The members of Ropewalk Chambers’ Costs Team attending as well as myself will be Andrew Lyons, Shilpa Shah, Jonathan Owen, Tom Carter and Nikhil Arora.
Questions for the panel, submitted prior to the event, are welcomed (see the booking form).
The seminar attracts two SRA continuing professional development points at advanced level.
Places are strictly limited, so early booking is recommended.
There is no charge to delegates for this event.
You can book online here: http://ropewalk.co.uk/knowledge-sharing/events
We are now approaching the third anniversary of the implementation of LASPO 2012 on 1st April 2013. Over the course of the next 12 months, I am contemplating a decline in the volume of pre-LASPO cases, with their recoverable success fees and ATE premiums.
That such cases will continue, albeit in decreasing numbers beyond 12 months, I have little doubt. The last enforceability challenge that I undertook in relation to a conditional fee agreement under the Conditional Fee Agreement Regulations 2000 was in 2012: some 7 years after the repeal of the 2000 Regulations. The larger claims, and those involving extended limitation periods will continue for longer under the old system.
So one area, which remains of interest to me and I think will continue to be part of the cut and thrust of detailed assessment for a good while yet, relates to the recoverability of ATE premiums, and the scope by which they can be reduced on detailed assessment.
Last week Master Rowley handed down judgment in a case that I argued before him, acting for the paying party, where my submissions succeeded to the extent that an ATE premium was reduced by many tens of thousands of pounds.
The judgment can be found here, and is interesting for the depth of the analysis on the evidential underpinning for the premium claimed MacFadyen v Event Technologies Limited SCCO Master Rowley 11th March 2016
Yesterday the Court of Appeal handed down judgment in a case I successfully argued for the appellant on appeal, representing the latest chapter in the Mitchell/Denton saga.
The judgment in Gentry v Miller and UK Insurance  EWCA Civ 141 contains an interesting discussion by the Court of Appeal on the correct approach to applications to set aside judgments by an insurance company which wished to raise allegations of fraud.
A copy of the judgment can be found here: Gentry v Miller and UK Insurance
I am grateful to Marcus Davies and William Mackenzie of DWF who have brought to my attention a further case on the assignment of conditional fee agreements their firm was involved in.
This time, the decision was in the SCCO and the judgment of Master Rowley has been recently handed down.

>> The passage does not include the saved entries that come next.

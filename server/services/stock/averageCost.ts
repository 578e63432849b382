// Moving-average unit cost per item and warehouse, updated on every receipt (and transfer in).
// The item_warehouses row is locked first, then the warehouse's on-hand read with a locking read,
// so two receipts of one item into one warehouse apply one after the other.
import type { EntityManager } from 'typeorm'
import { applyReceipt } from '../../../shared/inventory/movingAverage.js'
import { ItemWarehouse } from '../../entities/ItemWarehouse.js'

export async function lockItemWarehouse(em: EntityManager, itemId: number, warehouseId: number): Promise<ItemWarehouse> {
  await em.query('INSERT IGNORE INTO item_warehouses (item_id, warehouse_id, avg_cost) VALUES (?, ?, 0)', [itemId, warehouseId])
  return em.findOneOrFail(ItemWarehouse, { where: { itemId, warehouseId }, lock: { mode: 'pessimistic_write' } })
}

async function warehouseOnHand(em: EntityManager, itemId: number, warehouseId: number): Promise<number> {
  const [row] = await em.query(
    'SELECT COALESCE(SUM(on_hand), 0) AS qty FROM stock_balances WHERE item_id = ? AND warehouse_id = ? LOCK IN SHARE MODE',
    [itemId, warehouseId],
  )
  return Number(row.qty)
}

/** Call before the receipt's moves are applied: the average blends the stock already there. */
export async function averageInReceipt(
  em: EntityManager,
  itemId: number,
  warehouseId: number,
  qty: number,
  unitCost: string,
): Promise<string> {
  const row = await lockItemWarehouse(em, itemId, warehouseId)
  const onHand = await warehouseOnHand(em, itemId, warehouseId)
  const step = applyReceipt({ onHand, averageCost: row.avgCost }, qty, unitCost)
  await em.update(ItemWarehouse, { itemId, warehouseId }, { avgCost: step.after.averageCost })
  return step.after.averageCost
}

export async function currentAverage(em: EntityManager, itemId: number, warehouseId: number): Promise<string> {
  const row = await em.findOneBy(ItemWarehouse, { itemId, warehouseId })
  return row ? row.avgCost : '0.0000'
}
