// Locks the balance rows an operation changes, always in one fixed order (item, bin, lot), so two
// operations touching the same rows queue up instead of deadlocking. Missing rows are created first
// (INSERT IGNORE on the unique key), then every row is read with SELECT … FOR UPDATE, one by one and
// without joins, as MariaDB locks exactly those index records.
import type { EntityManager } from 'typeorm'
import { StockBalance } from '../../entities/StockBalance.js'

export interface BalanceKey {
  itemId: number
  binId: number
  lotId: number | null
}

export const balanceKey = (k: BalanceKey) => `${k.itemId}:${k.binId}:${k.lotId ?? 0}`

function compareKeys(a: BalanceKey, b: BalanceKey): number {
  return a.itemId - b.itemId || a.binId - b.binId || (a.lotId ?? 0) - (b.lotId ?? 0)
}

export async function lockBalances(
  em: EntityManager,
  keys: readonly (BalanceKey & { warehouseId: number })[],
  opts: { create: boolean },
): Promise<Map<string, StockBalance>> {
  const unique = new Map<string, BalanceKey & { warehouseId: number }>()
  for (const k of keys) unique.set(balanceKey(k), k)
  const ordered = [...unique.values()].sort(compareKeys)
  if (opts.create && ordered.length) {
    const values = ordered.map(() => '(?, ?, ?, ?, 0, 0)').join(', ')
    // ON DUPLICATE KEY UPDATE locks existing rows exclusively, in this order; INSERT IGNORE locked them
    // shared, and two operations then deadlocked upgrading to FOR UPDATE.
    await em.query(
      `INSERT INTO stock_balances (item_id, warehouse_id, bin_id, lot_id, on_hand, reserved) VALUES ${values} ON DUPLICATE KEY UPDATE on_hand = on_hand`,
      ordered.flatMap((k) => [k.itemId, k.warehouseId, k.binId, k.lotId]),
    )
  }
  const locked = new Map<string, StockBalance>()
  for (const k of ordered) {
    const row = await lockOne(em, k)
    if (row) locked.set(balanceKey(k), row)
  }
  return locked
}

/**
 * By the unique key (item_id, bin_id, lot_key): an exact match locks that one row. Matching lot_id
 * instead could use only the (item, bin) prefix, so FOR UPDATE locked every lot in the bin and the
 * next bin's first row too, and issues and moves in neighbouring bins deadlocked under load.
 */
async function lockOne(em: EntityManager, k: BalanceKey): Promise<StockBalance | null> {
  const rows: { id: number; item_id: number; warehouse_id: number; bin_id: number; lot_id: number | null; on_hand: number; reserved: number }[] =
    await em.query(
      'SELECT id, item_id, warehouse_id, bin_id, lot_id, on_hand, reserved FROM stock_balances WHERE item_id = ? AND bin_id = ? AND lot_key = ? FOR UPDATE',
      [k.itemId, k.binId, k.lotId ?? 0],
    )
  const r = rows[0]
  if (!r) return null
  return em.create(StockBalance, {
    id: r.id, itemId: r.item_id, warehouseId: r.warehouse_id, binId: r.bin_id, lotId: r.lot_id, onHand: r.on_hand, reserved: r.reserved,
  })
}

A copy of their article on the decision of Master Rowley can be found here:
The actual judgment itself can be found here:Webb v London Borough of Bromley
The Ropewalk Chambers Personal Injury Conference has just concluded. It was a pleasure to meet so many of you, some for the first time, including particularly the gentleman who came all the way from Dublin and made such a generous donation to our charitable cause.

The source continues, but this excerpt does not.